Zahnia Harut

Story By Julie Zhou

Art by Anh Tran

“What does a meaningful life mean to you?”

This is the first question that Zahnia Harut asks when someone new joins her community. It is a question that reflects central tenets of Zahnia’s work: witness and testimony as modes of care, autonomy as a restorative practice, imagination as an act of love. In a housing system that often endorses individual responsibility over mutual aid, Zahnia proposes an alternative—shelter as community work.

As the executive director and director of nursing for Affinity Residential Care, Zahnia provides healthcare, residential care, housing stabilization services, and positive behavioral supports for individuals with disabilities, older adults, and individuals dealing with homelessness. 

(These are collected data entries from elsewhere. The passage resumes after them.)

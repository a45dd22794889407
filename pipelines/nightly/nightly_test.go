package nightly_test

import (
	"bytes"
	"context"
	"encoding/json"
	"errors"
	"fmt"
	"math"
	"os"
	"path/filepath"
	"strconv"
	"strings"
	"sync"
	"testing"
	"time"

	"gonum.org/v1/gonum/floats/scalar"

	"bandwright/constants"
	"bandwright/pipelines/nightly"
)

// fill writes n good line lists a0.csv … into the inbox and returns their
// content hashes.
func fill(t testing.TB, inbox string, n, lines int) map[string]bool {
	want := map[string]bool{}
	for i := range n {
		b := lineList(uint64(i+1), 1, lines)
		write(t, filepath.Join(inbox, fmt.Sprintf("a%d.csv", i)), b)
		want[shaOf(b)] = true
	}
	return want
}

func TestFirstRunThenNothing(t *testing.T) {
	e := newEnv(t)
	want := fill(t, e.inbox, 4, 40)
	rep := run(t, e.opts(fitJob))
	if rep.Processed != 4 || rep.Succeeded != 4 || rep.Failed != 0 || rep.ExitCode() != 0 {
		t.Fatalf("first run: %s", counts(rep))
	}
	checkArchive(t, e.archive, want)

	// The results folder of a0.csv: the fit's files and a manifest that
	// names the input's hash, the version and the pipeline hash.
	b, _ := os.ReadFile(filepath.Join(e.inbox, "a0.csv"))
	sha := shaOf(b)
	dir := filepath.Join(e.archive, "results", "a0-"+sha[:8])
	m, err := nightly.ReadManifest(dir)
	if err != nil {
		t.Fatal(err)
	}
	if m.Input.Name != "a0.csv" || m.Input.SHA256 != sha || m.Version != "test" || m.PipelineSHA256 != strings.Repeat("ab", 32) || m.Outcome != "ok" {
		t.Errorf("manifest: %+v", m)
	}
	names := map[string]bool{}
	for _, f := range m.Files {
		names[f.Name] = true
	}
	for _, n := range []string{"constants.json", "residuals.csv", "fit.md"} {
		if !names[n] {
			t.Errorf("manifest does not list %s: %+v", n, m.Files)
		}
	}
	if _, err := time.Parse(time.RFC3339, m.Started); err != nil {
		t.Errorf("started: %v", err)
	}
	// The fit inside the job is real: B_0 of 12C16O from the lines made with
	// the Huber & Herzberg (1979) Dunham constants (from memory) comes back as
	// B_0 = Y01 + Y11/2 within 5σ.
	f, err := os.Open(filepath.Join(dir, "constants.json"))
	if err != nil {
		t.Fatal(err)
	}
	rec, err := constants.Read(f, "constants.json")
	f.Close()
	if err != nil {
		t.Fatal(err)
	}
	if rec.Provenance.Inputs[0].Path != "a0.csv" || rec.Provenance.Inputs[0].SHA256 != sha {
		t.Errorf("record provenance %+v", rec.Provenance.Inputs)
	}
	var b0 *nightly.Constant
	for _, c := range m.Constants {
		if c.Name == "B_v0[12C16O]" && c.Species == "12C16O" {
			c := c
			b0 = &c
		}
	}
	if b0 == nil {
		t.Fatalf("no B_v0 among the manifest's constants %+v", m.Constants)
	}
	if want := y01 + y11/2; math.Abs(b0.Value-want) > 5*b0.Sigma || b0.Sigma <= 0 {
		t.Errorf("B_0 = %g ± %g, want %g", b0.Value, b0.Sigma, want)
	}

	// Second run: nothing to do.
	before := readLedger(t, e.archive)
	rep = run(t, e.opts(fitJob))
	if rep.Processed != 0 || rep.AlreadyDone != 4 || rep.ExitCode() != 0 {
		t.Fatalf("second run: %s", counts(rep))
	}
	if after := readLedger(t, e.archive); len(after) != len(before) {
		t.Errorf("second run added %d rows", len(after)-len(before))
	}
	checkArchive(t, e.archive, want)
}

“Affinity has always been a community organization,” Zahnia emphasizes. “We serve the community, we look like the community, and we provide culturally aligned support and services.”

Through her work at Affinity and her career as a residential nurse and public health nurse, Zahnia has witnessed firsthand the systemic disparities that pervade housing and healthcare, particularly for Black and Brown communities. As the board chair for the Residential Providers Association of Minnesota, a coalition of Black and Brown providers of supportive services and disability services, Zahnia is closing these disparities.

“Providers are often the first voice for their clients,” she observes. “They can serve as a guide to resources, push for reimbursements, advocate for higher standards of care, provide culturally-aligned support, and support clients in navigating housing and healthcare.”

Leveraging public education and legislative advocacy alongside deep community relationships, Zahnia and other RPAM members are combating the historic erasure of the Black and Brown disability community in public policy, lifting up their voices and perspectives to every level of the political process. In doing so, they hope to build new processes where every member of their community is able to participate in the policy decisions that affect their lives and loved ones.

“What does a meaningful life mean to you?”

Over the years, Zahnia has asked this question of dozens of clients, staff, friends, and family. Now, it will become the guiding framework of Zahnia and Affinity’s next project—the Meaningful Life Loft.

“The Meaningful Life Loft is going to be an intergenerational community center with wellness services, homeless prevention navigation services, and day services for older adults,” Zahnia shares. “It’s going to be the center of all of our resources, right in south Minneapolis.”

Once complete, the space will offer a holistic range of services and supports for anyone seeking help, care, or just community. Through the Meaningful Life Loft, Zahnia not only hopes to provide reliable housing, food, and healthcare, but to open up the infinite futures that are made possible once basic needs are met: providing a space for community members to imagine, create, indulge, and explore.

“What does a meaningful life mean to you?” For Zahnia, the Meaningful Life Loft brings her answer to life. 

“This care, that's my core,” Zahnia says. “My community is the Black and Brown disability community. I do this work for them. And that is what a meaningful life means to me: to be surrounded by the people I love and who love me, building something together.”